To summarize, the strategy for calculating line integrals of curl-free fields around closed curves that encircle a single singularity is to replace the original closed curve with an easier one (but still contained within the original one). Green's theorem in the region between the curves guarantees the line integral around the easier curve equals the line integral around the original curve.
What makes a good candidate for an "easier curve"? Well, you're trying to find a curve whose parametrization will make the integrand simple enough to calculate. In your problem, integrating around the ellipse gives a "hard" integrand. But integrating around a circle centered at the singularity gives an "easy" integrand.

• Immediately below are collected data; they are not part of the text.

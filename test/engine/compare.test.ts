import { describe, expect, it } from "vitest";
import { compare } from "../../src/engine/compare";
import { Cancelled } from "../../src/engine/cancelled";
import type { Comparison, Readout, Shift, SingleReadout } from "../../src/engine/comparison";
import { relativeError, TOLERANCE } from "../tolerances";
import { planOf, seeded, tableOf } from "./fixtures";

/** Confounded: larger x goes with g = b and with larger y; slopes parallel. */
function confounded(n = 300, slope = 0) {
  const { uniform, normal } = seeded(11);
  const x = Array.from({ length: n }, () => 50 + 10 * normal());
  const z = Array.from({ length: n }, () => (uniform() < 0.3 ? "p" : uniform() < 0.5 ? "q" : "r"));
  const g = x.map((v) => (uniform() < 1 / (1 + Math.exp(-(v - 50) / 8)) ? "b" : "a"));
  const y = x.map((v, i) => 100 + 4 * v - (g[i] === "b" ? 30 + slope * (v - 50) : 0) + (z[i] === "q" ? 5 : 0) + 12 * normal());
  return { y, g, x, z };
}

const estimateOf = (readout: Readout) => {
  if (readout.kind === "varies" || readout.kind === "none") throw new Error(readout.kind);
  return readout;
};
const first = (c: Comparison, set: number) => estimateOf(c.sets[set].contrasts[0].readout);
const everyNumber = (value: unknown): number[] =>
  typeof value === "number"
    ? [value]
    : value !== null && typeof value === "object"
      ? Object.values(value).flatMap(everyNumber)
      : [];

describe("compare", () => {
  const data = confounded();
  // a tiny alpha: chance must not turn a set of these parallel data into one that varies
  const plan = planOf("y", "g", ["x", "z"], { exposure: { column: "g", reference: "a" }, slopesAlpha: 1e-6 });

  it("fits every set on the same rows, the base set first", () => {
    const found = compare(tableOf({ ...data, x: data.x.map((v, i) => (i % 25 === 0 ? null : v)) }), plan);
    expect(found.sets.map((s) => s.adjustedFor)).toEqual([[], ["x"], ["z"], ["x", "z"]]);
    expect(found.rows).toEqual({ read: 300, common: 288, droppedBy: [{ column: "x", rows: 12 }] });
    expect(found.sets.map((s) => s.ownRows)).toEqual([300, 288, 300, 288]);
    expect(found.sets[0].contrasts[0].fromRows).not.toBeNull();
    expect(found.sets[1].contrasts[0].fromRows).toBeNull();
  });

  it("counts a row under every column it is missing in", () => {
    const holes = { ...data, x: data.x.map((v, i) => (i < 4 ? null : v)), y: data.y.map((v, i) => (i < 2 ? null : v)) };
    const { rows } = compare(tableOf(holes), plan);
    expect(rows.common).toBe(296);
    expect(rows.droppedBy).toEqual([
      { column: "y", rows: 2 },
      { column: "x", rows: 4 },
    ]);
  });

  it("parts of a shift sum to it", () => {
    const found = compare(tableOf(data), plan);
    const { shift } = first(found, 3) as SingleReadout as { shift: Shift };
    const sum = shift.parts.reduce((total, part) => total + part.estimate, 0);
    expect(relativeError(sum, shift.estimate)).toBeLessThan(TOLERANCE.sum);
  });

  it("does not depend on the order of rows or of columns", () => {
    const straight = compare(tableOf(data), plan);
    const order = data.y.map((_, i) => (i * 7919) % data.y.length);
    const turned = compare(
      tableOf({
        z: order.map((i) => data.z[i]),
        x: order.map((i) => data.x[i]),
        g: order.map((i) => data.g[i]),
        y: order.map((i) => data.y[i]),
      }),
      plan,
    );
    straight.sets.forEach((_, i) => {
      expect(relativeError(first(turned, i).estimate, first(straight, i).estimate)).toBeLessThan(TOLERANCE.reordered);
      expect(relativeError(first(turned, i).standardError!, first(straight, i).standardError!)).toBeLessThan(TOLERANCE.reordered);
    });
  });

  it("does not care where a covariate's zero lies or what its unit is", () => {
    const straight = compare(tableOf(data), plan);
    for (const change of [(v: number) => v + 1e8, (v: number) => v * 1e8, (v: number) => v * 1e-8 - 3]) {
      const moved = compare(tableOf({ ...data, x: data.x.map(change) }), plan);
      straight.sets.forEach((set, i) => {
        expect(relativeError(first(moved, i).estimate, first(straight, i).estimate)).toBeLessThan(1e-6); // adding 1e8 rounds the data themselves
        expect(moved.sets[i].slopes.map((s) => s.verdict)).toEqual(set.slopes.map((s) => s.verdict));
      });
    }
  });

  it("turns sign when the groups change places, and names follow the levels", () => {
    const turned = compare(tableOf(data), { ...plan, exposure: { column: "g", reference: "b" } });
    const straight = compare(tableOf(data), plan);
    expect(turned.sets[0].contrasts[0].contrast).toBe("a − b");
    straight.sets.forEach((_, i) =>
      expect(relativeError(-first(turned, i).estimate, first(straight, i).estimate)).toBeLessThan(TOLERANCE.reordered),
    );
  });

  it("never changes its inputs", () => {
    const table = tableOf(data);
    const before = structuredClone(table);
    const planBefore = structuredClone(plan);
    compare(table, plan);
    expect(table).toEqual(before);
    expect(plan).toEqual(planBefore);
  });

  it("stops when told to", () => {
    expect(() => compare(tableOf(data), plan, { cancelled: () => true })).toThrow(Cancelled);
  });

  it("holds always-adjusted columns in every set, the base set too", () => {
    const found = compare(tableOf(data), { ...plan, always: ["z"], sets: "each" });
    expect(found.sets.map((s) => s.adjustedFor)).toEqual([["z"], ["z", "x"]]);
    expect(first(found, 0).kind).toBe("undecided");
  });

  it("scales an amount's slope by its step", () => {
    const one = compare(tableOf(data), planOf("y", "x", []));
    const ten = compare(tableOf(data), { ...planOf("y", "x", []), exposure: { column: "x", per: 10 } });
    expect(ten.sets[0].contrasts[0].contrast).toBe("per 10 x");
    expect(relativeError(first(ten, 0).estimate, 10 * first(one, 0).estimate)).toBeLessThan(1e-14);
  });
});

describe("where slopes differ", () => {
  const data = confounded(400, 4);
  const plan = planOf("y", "g", ["x", "z"], { exposure: { column: "g", reference: "a" }, modifiers: ["x"] });
  const found = compare(tableOf(data), plan);

  it("every set that adjusts for something varies, and the base set is a plain difference in means", () => {
    expect(found.sets.map((s) => s.contrasts[0].readout.kind)).toEqual(["plain", "varies", "varies", "varies"]);
    expect(found.sets.every((s) => s.slopes[0].verdict === "differ")).toBe(true);
  });

  it("the common-slope estimate stands nowhere in the comparison", () => {
    const forced = compare(tableOf(data), { ...plan, slopesAlpha: 1e-300 });
    const hidden = [1, 2, 3].map((i) => first(forced, i).estimate);
    const shown = everyNumber(found).map((v) => v.toPrecision(4));
    for (const value of hidden) expect(shown).not.toContain(value.toPrecision(4));
  });

  it("is said by differences at three values that move as the data were made", () => {
    const { readout } = found.sets[1].contrasts[0];
    if (readout.kind !== "varies") throw new Error(readout.kind);
    expect(readout.profiles).toHaveLength(3);
    const [low, , high] = readout.profiles;
    expect((high.estimate - low.estimate) / ((high.where[0].value as number) - (low.where[0].value as number))).toBeCloseTo(
      -4,
      0,
    );
    expect(readout.regions.filter((r) => r.band === "pointwise").reduce((sum, r) => sum + r.rowsShare, 0)).toBeLessThanOrEqual(
      1 + 1e-12,
    );
  });

  it("a margin above the whole change lets the sets agree", () => {
    const wide = compare(tableOf(data), { ...plan, margin: 500 });
    expect(wide.sets[1].slopes[0].verdict).toBe("agree");
    expect(wide.sets[1].contrasts[0].readout.kind).toBe("single");
  });
});

describe("data that allow no answer give a reason or a finding, never NaN or an exception", () => {
  const numbers = (n: number) =>
    Array.from({ length: n }, (_, i) => Math.sin(i * 12.9898) * 43758.5453 - Math.floor(Math.sin(i * 12.9898) * 43758.5453));
  const groups = (n: number) => Array.from({ length: n }, (_, i) => (i % 2 ? "a" : "b"));
  const check = (columns: Record<string, (number | string | null)[]>, plan = planOf("y", "g", ["x"])): Comparison => {
    const found = compare(tableOf(columns), plan);
    for (const value of everyNumber(found)) expect(Number.isFinite(value)).toBe(true);
    return found;
  };
  const reason = (c: Comparison, set = 0) => {
    const { readout } = c.sets[set].contrasts[0];
    return readout.kind === "none" ? readout.reason.code : readout.kind;
  };
  it("constant outcome", () =>
    expect(reason(check({ y: Array(20).fill(3), g: groups(20), x: numbers(20) }))).toBe("outcome-constant"));
  it("one group", () =>
    expect(reason(check({ y: numbers(20), g: Array(20).fill("a"), x: numbers(20) }))).toBe("exposure-constant"));
  it("no complete row", () => expect(reason(check({ y: numbers(20), g: groups(20), x: Array(20).fill(null) }))).toBe("no-rows"));
  it("a group without complete rows", () => {
    const g = groups(30).map((v, i) => (i < 3 ? "c" : v));
    const found = check(
      { y: numbers(30).map((v, i) => (i < 3 ? null : v)) as (number | null)[], g, x: numbers(30) },
      { ...planOf("y", "g", ["x"]), exposure: { column: "g", reference: "a" } },
    );
    expect(found.sets[0].contrasts.map((c) => c.readout.kind)).toEqual(["undecided", "none"]);
  });
  it("a covariate that tells the group", () => {
    const g = groups(40);
    const found = check({ y: numbers(40), g, x: g.map((v) => (v === "a" ? 1 : 0)) }, planOf("y", "g", ["x"], { modifiers: [] }));
    expect(reason(found, 1)).toBe("told-by-covariates");
    expect(found.sets[1].contrasts[0].readout).toMatchObject({ reason: { columns: ["x"] } });
  });
  it("covariates that tell a combination of several groups", () => {
    const g = Array.from({ length: 60 }, (_, i) => "abc"[i % 3]);
    const found = check(
      { y: numbers(60), g, x: g.map((v) => (v === "a" ? 0 : 1)) },
      { ...planOf("y", "g", ["x"], { modifiers: [] }), exposure: { column: "g", reference: "a" } },
    );
    expect(found.sets[1].contrasts.map((c) => c.readout.kind)).toEqual(["none", "none"]);
  });
  it("a covariate that others determine is set aside by name", () => {
    const x = numbers(50);
    const w = numbers(80).slice(30);
    const found = check(
      { y: numbers(70).slice(20), g: groups(50), x, w, s: x.map((v, i) => 2 * v - 3 * w[i] + 1) },
      planOf("y", "g", ["x", "w", "s"], { sets: [["x", "w", "s"]] }),
    );
    expect(found.sets[1].setAside).toEqual([{ column: "s", combinationOf: ["x", "w"] }]);
    expect(found.findings.some((f) => f.code === "set-aside")).toBe(true);
  });
  it("fewer rows than coefficients", () => {
    const found = check({ y: [1, 2, 4], g: ["a", "b", "b"], x: [1, 5, 2], w: [2, 1, 1] }, planOf("y", "g", ["x", "w"]));
    expect(reason(found, 3)).toBe("too-few-rows");
  });
  it("a group with one row", () => {
    const g = groups(30).map((v, i) => (i === 0 ? "c" : v));
    const found = check({ y: numbers(30), g, x: numbers(60).slice(30) });
    expect(found.findings).toContainEqual({ code: "small-group", level: "c", rows: 1 });
    expect(found.findings.some((f) => f.code === "leverage-one" && f.fallback === "HC1")).toBe(true);
  });
  it("an exact fit has error 0, the point as its interval, and no p", () => {
    const x = numbers(40);
    const g = groups(40);
    const found = check({ y: x.map((v, i) => 3 * v + (g[i] === "b" ? 2 : 0)), g, x });
    expect(found.findings.some((f) => f.code === "exact-fit")).toBe(true);
    expect(first(found, 1)).toMatchObject({ standardError: 0, p: null });
    expect(first(found, 1).estimate).toBeCloseTo(2, 10);
  });
  it("values near 1e300 and near 1e-300", () => {
    check({ y: numbers(40).map((v) => v * 1e300), g: groups(40), x: numbers(40).map((v) => v * -1e300) });
    check({ y: numbers(40).map((v) => v * 1e-300), g: groups(40), x: numbers(40).map((v) => v * 1e-300) });
  });
  it("one cluster, clusters of one row", () => {
    const columns = { y: numbers(30), g: groups(30), x: numbers(60).slice(30) };
    const one = check({ ...columns, c: Array(30).fill("k") }, planOf("y", "g", ["x"], { cluster: "c" }));
    expect(one.findings).toContainEqual({ code: "standard-error-missing", set: 0, why: "one-cluster" });
    expect(first(one, 0).interval).toBeNull();
    check({ ...columns, c: columns.y.map((_, i) => `k${i}`) }, planOf("y", "g", ["x"], { cluster: "c" }));
  });
  it("weights of 0 and missing weights cost rows under their column", () => {
    const w = numbers(40).map((_, i) => (i < 3 ? 0 : i < 5 ? null : 1 + (i % 3)));
    const found = check(
      { y: numbers(40), g: groups(40), x: numbers(80).slice(40), w },
      planOf("y", "g", ["x"], { weights: "w" }),
    );
    expect(found.rows.droppedBy).toEqual([{ column: "w", rows: 5 }]);
  });
  it("groups that share no range of a modifier", () => {
    const g = groups(40);
    const found = check({ y: numbers(40), g, x: g.map((v, i) => (v === "a" ? 100 + i : i)) });
    expect(found.findings.some((f) => f.code === "no-shared-range")).toBe(true);
    expect(found.sets[1].slopes[0].verdict).toBe("cannot tell");
  });
});
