import assert from "node:assert";
import { appendFileSync, mkdirSync, renameSync, rmSync, utimesSync } from "node:fs";
import { closeAll, heating, open, ready, record, scratch, stateOf, until, wait, write } from "./tools";

export function liveSuite(): void {
  describe("a panel follows its file", () => {
    let place: ReturnType<typeof scratch>;
    let file: string;
    beforeEach(async () => {
      place = scratch();
      file = place.path("flats.csv");
      write(file, heating(120, 300));
      await open(file);
      await until(file, ready(1));
    });
    afterEach(async () => {
      await closeAll();
      place.remove();
    });
    const summary = async () => (await stateOf(file))!.presentation!.summary;

    it("saved in place", async () => {
      const before = await summary();
      write(file, heating(120, 900));
      await until(file, ready(2));
      assert.notEqual(await summary(), before);
    });

    it("saved by rename", async () => {
      write(file + ".tmp", heating(130, 900));
      renameSync(file + ".tmp", file);
      await until(file, ready(2));
    });

    it("deleted and written again, without a word about a missing file", async () => {
      const seen = await record(file);
      rmSync(file);
      await wait(400);
      write(file, heating(130, 900));
      await until(file, ready(2));
      assert.deepEqual(
        seen().filter((kind) => kind === "missing" || kind === "unusable"),
        [],
      );
    });

    it("written slowly in pieces: one new reading, no error on the way", async () => {
      const seen = await record(file);
      const whole = heating(150, 900);
      const piece = Math.ceil(whole.length / 6);
      write(file, "");
      for (let at = 0; at < whole.length; at += piece) {
        await wait(250);
        appendFileSync(file, whole.slice(at, at + piece));
      }
      const state = await until(file, ({ status, reading }) => status.kind === "ready" && reading!.number > 1);
      assert.equal(state.reading?.number, 2);
      assert.match(state.presentation!.facts.join(), /150/);
      assert.deepEqual(
        seen().filter((kind) => kind === "missing" || kind === "unusable"),
        [],
      );
    });

    it("touched, or written again with the same bytes: the same reading", async () => {
      utimesSync(file, new Date(), new Date());
      await wait(1000);
      write(file, heating(120, 300));
      await wait(1500);
      const state = await until(file, ({ status }) => status.kind === "ready");
      assert.equal(state.reading?.number, 1);
    });

    it("gone for good, then back: missing, with the last result, then ready", async () => {
      rmSync(file);
      const gone = await until(file, ({ status }) => status.kind === "missing");
      assert.ok(gone.presentation);
      write(file, heating(130, 900));
      await until(file, ready(2));
    });

    it("its folder deleted and made again, which no watcher reports", async () => {
      const deep = place.path("out/clean.csv");
      mkdirSync(place.path("out"));
      write(deep, heating(120, 300));
      await open(deep);
      await until(deep, ready(1));
      rmSync(place.path("out"), { recursive: true });
      await wait(500);
      mkdirSync(place.path("out"));
      write(deep, heating(130, 900));
      await until(deep, ready(2));
    });

    it("unusable and standing still: the reason and the last result; then ready again", async () => {
      write(file, "flat_id\n");
      const broken = await until(file, ({ status }) => status.kind === "unusable");
      assert.ok(broken.presentation);
      write(file, heating(130, 900));
      await until(file, ready(2));
    });

    it("saved five times in a row: the newest wins", async () => {
      for (let i = 1; i <= 5; i++) {
        write(file, heating(120 + i, 900));
        await wait(90);
      }
      const state = await until(
        file,
        ({ status, presentation }) => status.kind === "ready" && presentation!.facts.join().includes("125"),
      );
      assert.match(state.presentation!.facts.join(), /125/);
    });
  });
}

Why a circle in this case? Because your field is closely related to the pullback of the length element of a circle of radius $r$ (the length element is $ds=r d\theta$); thus it was, in some sense, tailor-made to be integrated around a circle. It is not always so easy to spot what sort of curve will make the line integral easier, but you should remember the general form $(-\frac{y}{r^2}, \frac{x}{r^2})$, which is $\frac{1}{r}$ times the circle's unit tangent vector. The line integral of the unit tangent vector around the circle gives $2\pi r$, and the factor $\frac{1}{r}$ scales the result to $2\pi$. (In other words, you are just integrating $d\theta=\frac{1}{r}ds$ around the circle.) So the radius of the circle you use around the singularity doesn't matter. (This make sense, because the region between two concentric circles centered at the singularity doesn't contain a singularity and the field is conservative there, so by the above argument, the line integral of the field around them should be the same.)